One of the key features of the newest firewalls and intrusion protection systems (IPS) has been the addition of something called GeoBlocking. This feature allows the administrator to shut down traffic to or from specific countries or regions of the world and your local network regardless of any other firewall permissions in place.
For example, you might have a rule in your firewall that grants inbound permission from anywhere to your web server on ports 80 and 443. This would be normal for a web server to function properly and to serve client requests. Now let’s say you have decided that there is no good reason for your network to communicate with (from or to) devices located in North Korea. The GeoBlocking rule will cause the firewall to drop web requests (port 80 or 443) from client devices located in North Korea, although the firewall rule has a source “any” in the permission rule to reach the web server.
Use of the feature can be a significant enhancement in our ability to protect our networks. Not only do we get to suppress inbound potentially malicious traffic from the outside, but we can also interrupt the outbound flow from potentially compromised machines inside the network. This can help prevent a malicious program or actor from gaining a proper foothold inside our internal networks after a malware infection thus blunting the scope of the damage that occurs.
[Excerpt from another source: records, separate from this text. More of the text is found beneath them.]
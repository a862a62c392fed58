package org.congener.streams.config;

import java.nio.file.Path;
import java.util.List;
import java.util.Map;

import org.apache.kafka.clients.consumer.ConsumerConfig;
import org.apache.kafka.clients.producer.ProducerConfig;
import org.apache.kafka.common.config.AbstractConfig;
import org.apache.kafka.common.config.ConfigDef;
import org.apache.kafka.common.config.ConfigDef.Importance;
import org.apache.kafka.common.config.ConfigDef.Range;
import org.apache.kafka.common.config.ConfigDef.Type;
import org.apache.kafka.common.config.ConfigDef.ValidString;
import org.apache.kafka.streams.StreamsConfig;
import org.congener.streams.processor.DeadLetteringDeserializationHandler;
import org.congener.streams.processor.DeadLetteringProcessingHandler;

/**
 * Every setting of the streams app, declared once with key, type, default, validator and doc
 * ({@link #DEFINITION}); the configuration reference in {@code docs/runtime.md} is generated from it.
 * Values are loaded by {@link ConfigLoader} (file, then environment, then flags).
 */
public final class AppConfig extends AbstractConfig {

    public static final String BOOTSTRAP_SERVERS = "bootstrap.servers";
    public static final String TOPIC_PREFIX = "topic.prefix";
    public static final String APPLICATION_ID = "application.id";
    public static final String STATE_DIR = "state.dir";
    public static final String PROCESSING_GUARANTEE = "processing.guarantee";
    public static final String STREAM_THREADS = "num.stream.threads";
    public static final String COMMIT_INTERVAL_MS = "commit.interval.ms";
    public static final String PRODUCER_LINGER_MS = "producer.linger.ms";
    public static final String PRODUCER_COMPRESSION = "producer.compression.type";
    public static final String PRODUCER_BATCH_BYTES = "producer.batch.size";
    public static final String HTTP_HOST = "http.host";
    public static final String HTTP_PORT = "http.port";
    public static final String HTTP_ADVERTISED_ADDRESS = "http.advertised.address";
    public static final String TOP_N = "suggestions.top.n";
    public static final String POPULARITY_HALF_LIFE_HOURS = "popularity.half.life.hours";
    public static final String IN_STOCK_ONLY = "suggestions.in.stock.only";
    public static final String ONTOLOGY_FILE = "ontology.file";
    public static final String BATCH_EVENTS = "scoring.batch.events";
    public static final String BATCH_WAIT_MS = "scoring.batch.wait.ms";
    public static final String TOPIC_PARTITIONS = "topic.partitions";
    public static final String TOPIC_REPLICATION_FACTOR = "topic.replication.factor";

    public static final String DEFAULT_BOOTSTRAP_SERVERS = "127.0.0.1:9092";
    public static final String DEFAULT_APPLICATION_ID = "congener-streams";
    public static final int DEFAULT_HTTP_PORT = 7070;
    public static final int DEFAULT_TOP_N = 10;
    public static final int DEFAULT_PARTITIONS = 4;

    public static final ConfigDef DEFINITION = new ConfigDef()
            .define(BOOTSTRAP_SERVERS, Type.LIST, DEFAULT_BOOTSTRAP_SERVERS, ConfigDef.ValidList.anyNonDuplicateValues(false, false),
                    Importance.HIGH, "Kafka brokers to connect to, as host:port pairs separated by commas.")
            .define(TOPIC_PREFIX, Type.STRING, "", new TopicPrefixValidator(), Importance.MEDIUM,
                    "Prefix put before every topic name, so that several deployments can share one cluster"
                            + " (letters, digits, '.', '_' and '-').")
            .define(APPLICATION_ID, Type.STRING, DEFAULT_APPLICATION_ID, new ConfigDef.NonEmptyString(), Importance.HIGH,
                    "Kafka Streams application id: names the consumer group, internal topics and state folder."
                            + " Instances with the same id share the work.")
            .define(STATE_DIR, Type.STRING, "congener-state", new ConfigDef.NonEmptyString(), Importance.MEDIUM,
                    "Folder for the RocksDB state stores; relative paths start at the working directory.")
            .define(PROCESSING_GUARANTEE, Type.STRING, StreamsConfig.EXACTLY_ONCE_V2,
                    ValidString.in(StreamsConfig.EXACTLY_ONCE_V2, StreamsConfig.AT_LEAST_ONCE), Importance.HIGH,
                    "exactly_once_v2 (needs at least 3 brokers in production, or a single-node broker whose"
                            + " transaction log has replication 1) or at_least_once.")
            .define(STREAM_THREADS, Type.INT, 1, Range.between(1, 64), Importance.MEDIUM,
                    "Stream threads in this instance; more than the input partitions leaves threads idle.")
            .define(COMMIT_INTERVAL_MS, Type.LONG, 25L, Range.between(1L, 600_000L), Importance.LOW,
                    "How often processing progress is committed, in milliseconds; under exactly-once it is"
                            + " also how long a suggestion may wait before readers see it. A task commits only"
                            + " when it has processed something, so a quiet app does not commit at all.")
            .define(PRODUCER_LINGER_MS, Type.INT, 5, Range.between(0, 1_000), Importance.LOW,
                    "How long, in milliseconds, the stream threads' producer waits to fill a batch before"
                            + " sending it (Kafka Streams' own default is 100). Under exactly-once every commit"
                            + " first waits for all records not yet sent; a short wait sends them while the next"
                            + " events are processed, which keeps each commit short.")
            .define(PRODUCER_BATCH_BYTES, Type.INT, 16_384, Range.between(1_024, 16 * 1024 * 1024), Importance.LOW,
                    "Largest batch, in bytes, the stream threads' producer sends to one partition in one go"
                            + " (Kafka's default). At each commit the stores' caches write a commit interval's"
                            + " lists and profiles at once, hundreds of kilobytes, which small batches split into"
                            + " many requests: 262144 cut the brokers' and the producer's CPU per event by a"
                            + " quarter in the end-to-end benchmark, without a better latency.")
            .define(PRODUCER_COMPRESSION, Type.STRING, "none",
                    ValidString.in("none", "gzip", "snappy", "lz4", "zstd"), Importance.LOW,
                    "Compression of what the stream threads write: suggestion lists, store changelogs and"
                            + " dead letters (none, gzip, snappy, lz4 or zstd). lz4 cuts the lists' bytes to"
                            + " about a third, for a network or disks that are short of bandwidth, at the cost"
                            + " of stream-thread CPU; with the broker on the same host it does not pay.")
            .define(HTTP_HOST, Type.STRING, "127.0.0.1", new ConfigDef.NonEmptyString(), Importance.MEDIUM,
                    "Address the query API listens on. Keep 127.0.0.1 unless a proxy in front of it"
                            + " handles access control.")
            .define(HTTP_PORT, Type.INT, DEFAULT_HTTP_PORT, Range.between(0, 65535), Importance.MEDIUM,
                    "Port of the query API; 0 picks a free port.")
            .define(HTTP_ADVERTISED_ADDRESS, Type.STRING, "", new AdvertisedAddressValidator(), Importance.MEDIUM,
                    "host:port at which other instances reach this instance's query API, to forward a query for"
                            + " a researcher whose list lives there; empty means http.host and the bound port."
                            + " Set it when http.host is 0.0.0.0 (e.g. streams:7070 in docker compose).")
            .define(TOP_N, Type.INT, DEFAULT_TOP_N, Range.between(1, 100), Importance.MEDIUM,
                    "Suggestions kept and published per researcher.")
            .define(IN_STOCK_ONLY, Type.BOOLEAN, false, Importance.LOW,
                    "Suggest only compounds whose latest inventory event has quantity on hand above zero.")
            .define(ONTOLOGY_FILE, Type.STRING, "", Importance.LOW,
                    "OBO file of the compound ontology; when set, each suggestion names the most informative"
                            + " class it shares with the past compound that contributed most. Empty: none named.")
            .define(POPULARITY_HALF_LIFE_HOURS, Type.DOUBLE, 720.0, Range.between(0.001, 1.0e6), Importance.LOW,
                    "Half-life, in hours of event time, of an event's weight in the group-popularity baseline"
                            + " (720 h = 30 days).")
            .define(BATCH_EVENTS, Type.INT, 32, Range.between(1, 1024), Importance.LOW,
                    "Usage events scored together, with one pass over the model's item factors for all of"
                            + " them; each event still gets its own list. 1 publishes each list while its event"
                            + " is processed.")
            .define(BATCH_WAIT_MS, Type.LONG, 5L, Range.between(1L, 10_000L), Importance.LOW,
                    "Longest wall-clock wait, in milliseconds, before a partly filled batch is scored and its"
                            + " lists published; under exactly-once readers see them at the next commit.")
            .define(TOPIC_PARTITIONS, Type.INT, DEFAULT_PARTITIONS, Range.between(1, 1000), Importance.LOW,
                    "Partitions of each topic when Congener creates its topics.")
            .define(TOPIC_REPLICATION_FACTOR, Type.SHORT, (short) 1, Range.between(1, 7), Importance.LOW,
                    "Replicas of each topic when Congener creates its topics; use 3 on a 3-broker cluster.");

    AppConfig(Map<String, ?> values) {
        super(DEFINITION, values, false);
    }

    /** All defaults; handy for tests and the embedded demo. */
    public static AppConfig defaults() {
        return new AppConfig(Map.of());
    }

    /** A copy with some settings replaced (values as they would appear in a file). */
    public AppConfig with(Map<String, String> overrides) {
        Map<String, Object> values = new java.util.HashMap<>(originals());
        values.putAll(overrides);
        return new AppConfig(values);
    }

    public List<String> bootstrapServers() {
        return getList(BOOTSTRAP_SERVERS);
    }

    public String topicPrefix() {
        return getString(TOPIC_PREFIX);
    }

    public String applicationId() {
        return getString(APPLICATION_ID);
    }

    public int producerLingerMs() {
        return getInt(PRODUCER_LINGER_MS);
    }

    public Path stateDir() {
        return Path.of(getString(STATE_DIR));
    }

    public String processingGuarantee() {
        return getString(PROCESSING_GUARANTEE);
    }

    public int streamThreads() {
        return getInt(STREAM_THREADS);
    }

    public long commitIntervalMs() {
        return getLong(COMMIT_INTERVAL_MS);
    }

    public String httpHost() {
        return getString(HTTP_HOST);
    }

    public int httpPort() {
        return getInt(HTTP_PORT);
    }

    /** Where other instances reach this one's query API; empty when it should be derived from the bound port. */
    public String httpAdvertisedAddress() {
        return getString(HTTP_ADVERTISED_ADDRESS);
    }

    /** The ontology file, or null when none is configured. */
    public java.nio.file.Path ontologyFile() {
        String file = getString(ONTOLOGY_FILE);
        return file.isBlank() ? null : java.nio.file.Path.of(file);
    }

    public boolean inStockOnly() {
        return getBoolean(IN_STOCK_ONLY);
    }

    public int topN() {
        return getInt(TOP_N);
    }

    public java.time.Duration popularityHalfLife() {
        return java.time.Duration.ofMillis(Math.round(getDouble(POPULARITY_HALF_LIFE_HOURS) * 3_600_000.0));
    }

    public int batchEvents() {
        return getInt(BATCH_EVENTS);
    }

    public long batchWaitMs() {
        return getLong(BATCH_WAIT_MS);
    }

    public int topicPartitions() {
        return getInt(TOPIC_PARTITIONS);
    }

    public int producerBatchBytes() {
        return getInt(PRODUCER_BATCH_BYTES);
    }

    public String producerCompression() {
        return getString(PRODUCER_COMPRESSION);
    }

    public short topicReplicationFactor() {
        return getShort(TOPIC_REPLICATION_FACTOR);
    }

    /** Kafka Streams settings derived from these. */
    public Map<String, Object> streamsProperties() {
        Map<String, Object> p = new java.util.HashMap<>();
        p.put(StreamsConfig.BOOTSTRAP_SERVERS_CONFIG, String.join(",", bootstrapServers()));
        p.put(StreamsConfig.APPLICATION_ID_CONFIG, applicationId());
        p.put(StreamsConfig.STATE_DIR_CONFIG, stateDir().toAbsolutePath().toString());
        p.put(StreamsConfig.PROCESSING_GUARANTEE_CONFIG, processingGuarantee());
        p.put(StreamsConfig.NUM_STREAM_THREADS_CONFIG, streamThreads());
        p.put(StreamsConfig.COMMIT_INTERVAL_MS_CONFIG, commitIntervalMs());
        p.put(StreamsConfig.consumerPrefix(ConsumerConfig.FETCH_MAX_WAIT_MS_CONFIG), 50);
        p.put(StreamsConfig.producerPrefix(ProducerConfig.LINGER_MS_CONFIG), producerLingerMs());
        p.put(StreamsConfig.producerPrefix(ProducerConfig.COMPRESSION_TYPE_CONFIG), producerCompression());
        p.put(StreamsConfig.producerPrefix(ProducerConfig.BATCH_SIZE_CONFIG), producerBatchBytes());
        p.put(StreamsConfig.DESERIALIZATION_EXCEPTION_HANDLER_CLASS_CONFIG, DeadLetteringDeserializationHandler.class);
        p.put(StreamsConfig.PROCESSING_EXCEPTION_HANDLER_CLASS_CONFIG, DeadLetteringProcessingHandler.class);
        p.put(DeadLetteringDeserializationHandler.TOPIC_PREFIX_CONFIG, topicPrefix());
        return p;
    }

    /** Empty, or host:port with a port from 1 to 65535. */
    static final class AdvertisedAddressValidator implements ConfigDef.Validator {
        @Override
        public void ensureValid(String name, Object value) {
            String address = (String) value;
            if (address == null || address.isEmpty()) {
                return;
            }
            int colon = address.lastIndexOf(':');
            boolean valid = colon > 0;
            if (valid) {
                try {
                    int port = Integer.parseInt(address.substring(colon + 1));
                    valid = port >= 1 && port <= 65535;
                } catch (NumberFormatException e) {
                    valid = false;
                }
            }
            if (!valid) {
                throw new org.apache.kafka.common.config.ConfigException(name, value, "must be host:port");
            }
        }

        @Override
        public String toString() {
            return "empty or host:port";
        }
    }

    /** A topic prefix must keep topic names legal: Kafka allows [a-zA-Z0-9._-] only. */
    static final class TopicPrefixValidator implements ConfigDef.Validator {
        @Override
        public void ensureValid(String name, Object value) {
            String prefix = (String) value;
            if (prefix != null && !prefix.matches("[a-zA-Z0-9._-]*")) {
                throw new org.apache.kafka.common.config.ConfigException(name, value,
                        "only letters, digits, '.', '_' and '-' are allowed in topic names");
            }
        }

        @Override
        public String toString() {
            return "[a-zA-Z0-9._-]*";
        }
    }
}
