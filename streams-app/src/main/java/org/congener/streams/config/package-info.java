/** Settings of the streams app: declared once, loaded from a file, the environment and flags. */
package org.congener.streams.config;
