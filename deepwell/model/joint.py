"""The joint model: all stars around one mass, one distance, one drifting frame.

:class:`JointModel` turns an internal parameter vector (see
:mod:`deepwell.core.parameters`) into predicted sky positions and radial
velocities for every row of the observation tables, and into whitened
residuals for the fitter.  Everything is vectorised: a stack of parameter
vectors of shape (..., n_par) gives predictions of shape (..., n_rows), so
the same code serves the least-squares fit, finite differences and an
ensemble of walkers.

Model (``shared/physics.md`` section 3)::

    ra  = [x0 + vx0 (t - t_ref)] + east(t)     (frame rows; mass rows omit [..])
    dec = [y0 + vy0 (t - t_ref)] + north(t)
    vr  = vz0 + v_z(t)

Switchable relativistic pieces (:mod:`deepwell.model.effects`) change east, north
and v_z: the orbit is taken at the emission epoch (Romer delay), stars whose
precession matters are integrated at first post-Newtonian order (elements
osculating at each star's apocentre epoch t_peri + P/2), and vr gains the
relativistic redshift scaled by f.  Without effects the model is the plain
Keplerian one above, at the same cost as before.
"""

import copy
from dataclasses import dataclass

import numpy as np

from deepwell.core.constants import KMS_PER_AU_PER_YR
from deepwell.core.errors import SettingsError
from deepwell.core.parameters import EXTRA, SHARED, STAR_ELEMENTS
from deepwell.model.kernels.orbit import OrbitTrack, keplerian_track
from deepwell.model.kernels.post_newtonian import pn_track
from deepwell.model.kernels.relativity import (
    keplerian_emission_track,
    plummer_enclosed_mass,
    redshift_velocity,
)
from deepwell.model.layout import Layout
from deepwell.tables.datasets import DatasetConfig
from deepwell.tables.effects import Effects

from .datasets import DatasetTerms, mark_excluded
from .effects import choose_integrated, reference_radius_from
from .likelihood import mixture_rows

__all__ = ["JointModel", "Prediction", "Prior"]


@dataclass(frozen=True)
class Prediction:
    """Model values at the observed rows (positions in mas, velocities in km/s)."""

    ra: np.ndarray
    dec: np.ndarray
    vr: np.ndarray


@dataclass(frozen=True)
class Prior:
    """A Gaussian prior on a physical parameter: shared name or (star, element)."""

    name: str
    mean: float
    sigma: float
    star: str | None = None


class _Rows:
    """Plain arrays of one observation table, taken once from a DataFrame."""

    def __init__(self, frame, star_index, columns):
        self.star = np.array([star_index[s] for s in frame["star"]], dtype=np.intp)
        self.t = frame["epoch"].to_numpy(float)
        for name in columns:
            setattr(self, name, frame[name].to_numpy(float))
        self.n = len(frame)


_MODEL_ARGS = {"observations", "reference_epoch", "stars", "priors", "effects", "integrated",
               "reference_radius", "datasets"}
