class _Table:
    """Typed, range-checked reads from one TOML table; errors carry file, line and key."""

    def __init__(self, table, header, path, lines):
        if not isinstance(table, dict):
            where = str(header[-1]) if header else None
            raise SettingsError("must be a table", file=path, column=where)
        self.table, self.header, self.path, self.lines = table, header, path, lines
        self.used = set()

    def row(self, key):
        """Line (1-based) of ``key`` inside this table, else of its header, else None."""
        lines = self.lines
        heads = [i for i, line in enumerate(lines) if line.lstrip().startswith("[")]
        pattern = re.compile(r"^[\s\[]*[\"']?" + re.escape(key) + r"[\"']?\s*[=.\]]")
        if not self.header:
            stop = heads[0] if heads else len(lines)
            hits = [i for i in range(stop) if pattern.match(lines[i])]
            hits += [i for i in heads if pattern.match(lines[i])]
            return hits[0] + 1 if hits else None
        array = isinstance(self.header[-1], int)
        dotted = ".".join(str(h) for h in self.header if not isinstance(h, int))
        want, nth = (f"[[{dotted}]]", self.header[-1]) if array else (f"[{dotted}]", 0)
        found = [i for i in heads if re.sub(r"[\s\"']", "", lines[i].split("#")[0]) == want]
        if len(found) <= nth:
            return None
        start = found[nth] + 1
        stop = next((i for i in heads if i >= start), len(lines))
        hits = [i for i in range(start, stop) if pattern.match(lines[i])]
        return hits[0] + 1 if hits else start

    def fail(self, key, message):
        raise SettingsError(message, file=self.path, row=self.row(key), column=key)

    def get(self, key, default=_REQUIRED):
        self.used.add(key)
        if key not in self.table:
            if default is _REQUIRED:
                self.fail(key, "missing required key")
            return default
        return self.table[key]

    def number(self, key, default=_REQUIRED, lo=-math.inf, hi=math.inf, lo_open=False,
               hi_open=False, value=None):
        if value is None:
            if key not in self.table:
                return self.get(key, default)
            value = self.get(key)
        if isinstance(value, bool) or not isinstance(value, int | float) \
                or not math.isfinite(value):
            self.fail(key, f"must be a finite number, got {value!r}")
        if value < lo or value > hi or (lo_open and value == lo) or (hi_open and value == hi):
            left, right = "(" if lo_open else "[", ")" if hi_open else "]"
            self.fail(key, f"must be in {left}{lo:g}, {hi:g}{right}, got {value!r}")
        return float(value)

    def text(self, key, default=_REQUIRED, choices=None):
        value = self.get(key, default)
        if not isinstance(value, str) or not value.strip():
            self.fail(key, f"must be a non-empty string, got {value!r}")
        if choices is not None and value not in choices:
            self.fail(key, f"must be one of {', '.join(map(repr, choices))}, got {value!r}")
        return value

    def finish(self):
        for key in self.table:
            if key not in self.used:
                self.fail(key, "unknown key")
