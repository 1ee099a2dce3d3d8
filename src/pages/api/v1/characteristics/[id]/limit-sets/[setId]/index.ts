import type { APIRoute } from 'astro';
import { requireRole } from '../../../../../../../lib/server/guard.ts';
import { idParam } from '../../../../../../../lib/server/http.ts';
import { discardDraft, limitSetFor } from '../../../../../../../lib/server/services/spc.ts';

/** One limit set (any status; superseded sets stay readable). */
export const GET: APIRoute = async ({ locals, params }) => {
  requireRole(locals, 'view');
  return Response.json(await limitSetFor(idParam(params['id'], 'characteristic'), idParam(params['setId'], 'limit set')));
};

/** Discard a draft (engineer); approved and superseded sets cannot be deleted (409). */
export const DELETE: APIRoute = async ({ locals, params, clientAddress }) => {
  const user = requireRole(locals, 'limits.study');
  await discardDraft(user, idParam(params['id'], 'characteristic'), idParam(params['setId'], 'limit set'), clientAddress);
  return new Response(null, { status: 204 });
};
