import type { APIRoute } from 'astro';
import { z } from 'zod';
import { requireRole } from '../../../../lib/server/guard.ts';
import { readJson, readQuery } from '../../../../lib/server/http.ts';
import { createDraft, listWindows } from '../../../../lib/server/services/windows.ts';
import { WINDOW_STATUSES, WindowDraftCreateSchema } from '../../../../lib/shared/windows.ts';
import { operation } from '../../../../lib/server/api-operation.ts';
import { WindowListSchema, WindowViewSchema } from '../../../../lib/shared/api/windows.ts';

const ListQuery = z.object({ status: z.enum(WINDOW_STATUSES).optional() });

export const contract = {
  GET: operation({
    summary: 'Process-window versions',
    tag: 'windows',
    action: 'view',
    query: ListQuery,
    responses: { 200: WindowListSchema },
  }),
  POST: operation({
    summary: 'New draft version of a lacquer × substrate window',
    tag: 'windows',
    action: 'window.edit',
    body: WindowDraftCreateSchema,
    responses: { 201: WindowViewSchema },
  }),
};

/** Every window version (optionally one status), for everyone signed in. */
export const GET: APIRoute = async ({ locals, url }) => {
  requireRole(locals, contract.GET.action);
  const query = readQuery(url, contract.GET.query);
  return Response.json(await listWindows(query.status ? { status: query.status } : {}));
};

/** A new draft version of a lacquer × substrate window (engineer). */
export const POST: APIRoute = async ({ locals, request, clientAddress }) => {
  const user = requireRole(locals, contract.POST.action);
  const input = await readJson(request, contract.POST.body);
  return Response.json(await createDraft(user, input, clientAddress), { status: 201 });
};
For our clients, CSI has always traditionally entered eight countries into the default GeoBlocking table, including locations such as North Korea, Russia, and Iran.
Late last spring, US-CERT put out an advisory regarding malicious activity that they identified as being sourced from a fairly large number of networks (at the time about 90 of them) in 14 additional countries and encouraged firewall blocks on all these networks. What concerned us was that while the initial report showed 90 networks (which was large enough to have to deal with) the fear was next week there would be 10 more, and then 10 more after that, etc.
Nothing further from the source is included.